[AVAILABLE RECORDS — start]
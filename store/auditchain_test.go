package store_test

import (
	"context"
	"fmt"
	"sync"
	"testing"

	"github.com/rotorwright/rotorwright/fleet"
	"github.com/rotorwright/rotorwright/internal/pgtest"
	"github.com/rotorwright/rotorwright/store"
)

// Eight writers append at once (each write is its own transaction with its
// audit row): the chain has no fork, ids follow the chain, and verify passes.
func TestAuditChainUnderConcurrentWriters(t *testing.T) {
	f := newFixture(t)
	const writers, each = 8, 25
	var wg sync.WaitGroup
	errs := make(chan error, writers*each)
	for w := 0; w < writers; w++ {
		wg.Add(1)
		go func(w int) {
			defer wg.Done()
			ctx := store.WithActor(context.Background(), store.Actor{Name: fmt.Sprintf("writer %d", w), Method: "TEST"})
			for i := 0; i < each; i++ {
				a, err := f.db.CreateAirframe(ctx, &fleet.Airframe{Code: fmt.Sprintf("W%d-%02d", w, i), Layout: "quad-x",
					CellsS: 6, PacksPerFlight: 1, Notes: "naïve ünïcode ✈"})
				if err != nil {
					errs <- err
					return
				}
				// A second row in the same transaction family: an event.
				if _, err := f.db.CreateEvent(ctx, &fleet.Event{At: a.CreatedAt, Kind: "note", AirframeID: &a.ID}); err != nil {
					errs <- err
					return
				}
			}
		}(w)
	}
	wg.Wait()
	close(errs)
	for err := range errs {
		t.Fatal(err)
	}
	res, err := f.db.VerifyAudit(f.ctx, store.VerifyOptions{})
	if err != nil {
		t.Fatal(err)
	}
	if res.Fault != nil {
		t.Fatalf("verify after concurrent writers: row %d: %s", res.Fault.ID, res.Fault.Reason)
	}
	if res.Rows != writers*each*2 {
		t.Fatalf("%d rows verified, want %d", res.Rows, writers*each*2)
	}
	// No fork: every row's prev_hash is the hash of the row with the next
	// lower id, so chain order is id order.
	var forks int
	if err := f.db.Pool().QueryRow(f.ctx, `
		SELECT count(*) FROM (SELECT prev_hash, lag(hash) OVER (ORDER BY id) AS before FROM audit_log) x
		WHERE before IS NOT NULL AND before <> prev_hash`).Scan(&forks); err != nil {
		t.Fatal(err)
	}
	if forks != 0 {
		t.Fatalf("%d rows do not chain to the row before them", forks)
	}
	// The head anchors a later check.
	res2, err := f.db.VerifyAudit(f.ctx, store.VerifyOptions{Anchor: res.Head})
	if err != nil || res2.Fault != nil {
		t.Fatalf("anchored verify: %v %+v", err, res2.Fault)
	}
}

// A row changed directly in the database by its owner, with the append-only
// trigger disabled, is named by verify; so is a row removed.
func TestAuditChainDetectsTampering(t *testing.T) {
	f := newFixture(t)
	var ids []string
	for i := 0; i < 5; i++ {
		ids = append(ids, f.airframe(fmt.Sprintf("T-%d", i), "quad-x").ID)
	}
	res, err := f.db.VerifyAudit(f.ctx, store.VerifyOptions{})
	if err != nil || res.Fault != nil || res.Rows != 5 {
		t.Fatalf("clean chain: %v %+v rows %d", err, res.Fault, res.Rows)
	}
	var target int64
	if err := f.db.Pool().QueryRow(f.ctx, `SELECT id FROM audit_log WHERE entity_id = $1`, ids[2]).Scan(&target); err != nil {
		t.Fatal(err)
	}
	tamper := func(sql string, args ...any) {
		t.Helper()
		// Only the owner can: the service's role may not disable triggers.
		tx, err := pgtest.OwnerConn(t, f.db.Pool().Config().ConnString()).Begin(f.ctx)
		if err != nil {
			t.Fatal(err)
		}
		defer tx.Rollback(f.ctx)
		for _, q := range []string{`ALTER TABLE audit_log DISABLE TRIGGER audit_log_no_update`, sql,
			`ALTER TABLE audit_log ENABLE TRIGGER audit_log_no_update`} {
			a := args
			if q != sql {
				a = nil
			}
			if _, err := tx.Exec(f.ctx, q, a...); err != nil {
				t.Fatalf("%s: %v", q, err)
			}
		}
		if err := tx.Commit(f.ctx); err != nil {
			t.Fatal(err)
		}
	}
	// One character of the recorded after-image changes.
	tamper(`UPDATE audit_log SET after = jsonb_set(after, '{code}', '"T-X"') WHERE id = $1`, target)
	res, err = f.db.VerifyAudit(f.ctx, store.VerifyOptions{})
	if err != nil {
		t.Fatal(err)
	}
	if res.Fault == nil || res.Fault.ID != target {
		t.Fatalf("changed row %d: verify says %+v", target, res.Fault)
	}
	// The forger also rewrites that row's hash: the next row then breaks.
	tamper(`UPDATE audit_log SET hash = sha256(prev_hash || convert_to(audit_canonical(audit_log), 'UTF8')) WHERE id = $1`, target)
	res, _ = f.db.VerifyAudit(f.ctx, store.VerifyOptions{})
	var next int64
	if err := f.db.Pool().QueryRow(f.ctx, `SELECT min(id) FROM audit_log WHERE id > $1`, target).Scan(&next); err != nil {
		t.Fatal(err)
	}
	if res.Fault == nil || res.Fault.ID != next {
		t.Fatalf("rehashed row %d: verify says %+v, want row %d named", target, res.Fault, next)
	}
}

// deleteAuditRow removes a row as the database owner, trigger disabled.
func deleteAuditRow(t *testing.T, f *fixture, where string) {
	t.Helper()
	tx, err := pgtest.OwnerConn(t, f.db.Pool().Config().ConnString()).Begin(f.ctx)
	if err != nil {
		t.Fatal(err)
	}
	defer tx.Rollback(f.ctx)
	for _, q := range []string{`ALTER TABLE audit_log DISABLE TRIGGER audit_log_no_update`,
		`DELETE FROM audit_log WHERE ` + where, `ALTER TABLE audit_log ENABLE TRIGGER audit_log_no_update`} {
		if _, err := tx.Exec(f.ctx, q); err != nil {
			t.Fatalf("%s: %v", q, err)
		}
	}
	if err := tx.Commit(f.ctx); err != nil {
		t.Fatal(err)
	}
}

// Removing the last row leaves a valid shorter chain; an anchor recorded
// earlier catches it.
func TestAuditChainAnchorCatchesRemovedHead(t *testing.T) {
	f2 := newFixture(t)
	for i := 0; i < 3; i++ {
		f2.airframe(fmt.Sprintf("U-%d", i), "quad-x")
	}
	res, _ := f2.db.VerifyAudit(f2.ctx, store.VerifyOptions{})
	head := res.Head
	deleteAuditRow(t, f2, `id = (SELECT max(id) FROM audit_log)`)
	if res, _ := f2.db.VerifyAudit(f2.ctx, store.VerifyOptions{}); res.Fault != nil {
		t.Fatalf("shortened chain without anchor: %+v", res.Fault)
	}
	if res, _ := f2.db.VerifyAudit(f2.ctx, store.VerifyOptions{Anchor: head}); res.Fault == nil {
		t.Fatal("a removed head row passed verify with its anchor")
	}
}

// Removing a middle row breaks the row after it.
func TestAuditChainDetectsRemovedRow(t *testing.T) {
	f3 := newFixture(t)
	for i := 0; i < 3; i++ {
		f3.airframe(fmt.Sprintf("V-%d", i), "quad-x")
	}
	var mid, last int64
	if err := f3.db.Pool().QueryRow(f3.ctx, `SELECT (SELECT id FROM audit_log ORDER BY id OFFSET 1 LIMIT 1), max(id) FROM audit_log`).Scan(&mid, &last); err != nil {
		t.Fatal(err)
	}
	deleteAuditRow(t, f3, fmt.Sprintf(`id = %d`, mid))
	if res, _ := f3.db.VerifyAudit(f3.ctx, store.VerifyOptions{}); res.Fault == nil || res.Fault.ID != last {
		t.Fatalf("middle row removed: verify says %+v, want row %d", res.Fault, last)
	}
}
[AVAILABLE RECORDS — finish]
[AVAILABLE RECORDS — start]
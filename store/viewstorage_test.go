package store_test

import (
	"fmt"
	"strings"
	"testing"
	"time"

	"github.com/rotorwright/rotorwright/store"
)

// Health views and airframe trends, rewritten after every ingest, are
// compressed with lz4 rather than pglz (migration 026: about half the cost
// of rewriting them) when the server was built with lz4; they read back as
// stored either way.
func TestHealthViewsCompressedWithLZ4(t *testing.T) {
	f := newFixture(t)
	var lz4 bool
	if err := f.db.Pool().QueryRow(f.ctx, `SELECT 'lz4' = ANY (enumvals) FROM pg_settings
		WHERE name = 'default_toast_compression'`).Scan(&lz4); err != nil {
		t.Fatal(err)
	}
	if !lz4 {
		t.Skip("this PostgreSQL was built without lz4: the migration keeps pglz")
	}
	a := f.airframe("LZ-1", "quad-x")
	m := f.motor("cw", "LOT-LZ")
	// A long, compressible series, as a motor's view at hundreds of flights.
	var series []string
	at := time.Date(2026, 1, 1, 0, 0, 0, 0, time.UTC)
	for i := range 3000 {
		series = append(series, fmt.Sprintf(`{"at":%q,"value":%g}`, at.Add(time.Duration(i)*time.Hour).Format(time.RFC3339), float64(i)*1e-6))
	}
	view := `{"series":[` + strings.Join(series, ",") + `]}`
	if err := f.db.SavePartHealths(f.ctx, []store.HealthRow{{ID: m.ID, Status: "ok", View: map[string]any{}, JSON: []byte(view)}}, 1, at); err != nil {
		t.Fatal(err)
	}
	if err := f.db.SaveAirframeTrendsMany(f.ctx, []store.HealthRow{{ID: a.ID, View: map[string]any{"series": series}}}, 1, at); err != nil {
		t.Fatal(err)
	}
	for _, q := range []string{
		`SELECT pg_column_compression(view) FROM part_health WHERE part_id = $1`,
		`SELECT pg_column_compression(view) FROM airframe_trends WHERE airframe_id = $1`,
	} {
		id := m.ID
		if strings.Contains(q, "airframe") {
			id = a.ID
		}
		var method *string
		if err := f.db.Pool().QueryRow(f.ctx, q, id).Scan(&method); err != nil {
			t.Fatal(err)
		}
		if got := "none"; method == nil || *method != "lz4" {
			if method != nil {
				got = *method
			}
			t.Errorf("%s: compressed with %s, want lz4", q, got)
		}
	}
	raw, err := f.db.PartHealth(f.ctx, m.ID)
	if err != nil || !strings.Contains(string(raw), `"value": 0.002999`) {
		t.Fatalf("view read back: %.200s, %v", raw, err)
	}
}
[AVAILABLE RECORDS — finish]
→ **TASK**
The output should be exactly the lines above from the line containing "filename store/auditchain_test.go" to the line containing "defer wg.Done()", inclusive, with no other lines.

→ **RESULT FOR THIS TASK**
filename store/auditchain_test.go
package store_test

import (
	"context"
	"fmt"
	"sync"
	"testing"

	"github.com/rotorwright/rotorwright/fleet"
	"github.com/rotorwright/rotorwright/internal/pgtest"
	"github.com/rotorwright/rotorwright/store"
)

// Eight writers append at once (each write is its own transaction with its
// audit row): the chain has no fork, ids follow the chain, and verify passes.
func TestAuditChainUnderConcurrentWriters(t *testing.T) {
	f := newFixture(t)
	const writers, each = 8, 25
	var wg sync.WaitGroup
	errs := make(chan error, writers*each)
	for w := 0; w < writers; w++ {
		wg.Add(1)
		go func(w int) {
			defer wg.Done()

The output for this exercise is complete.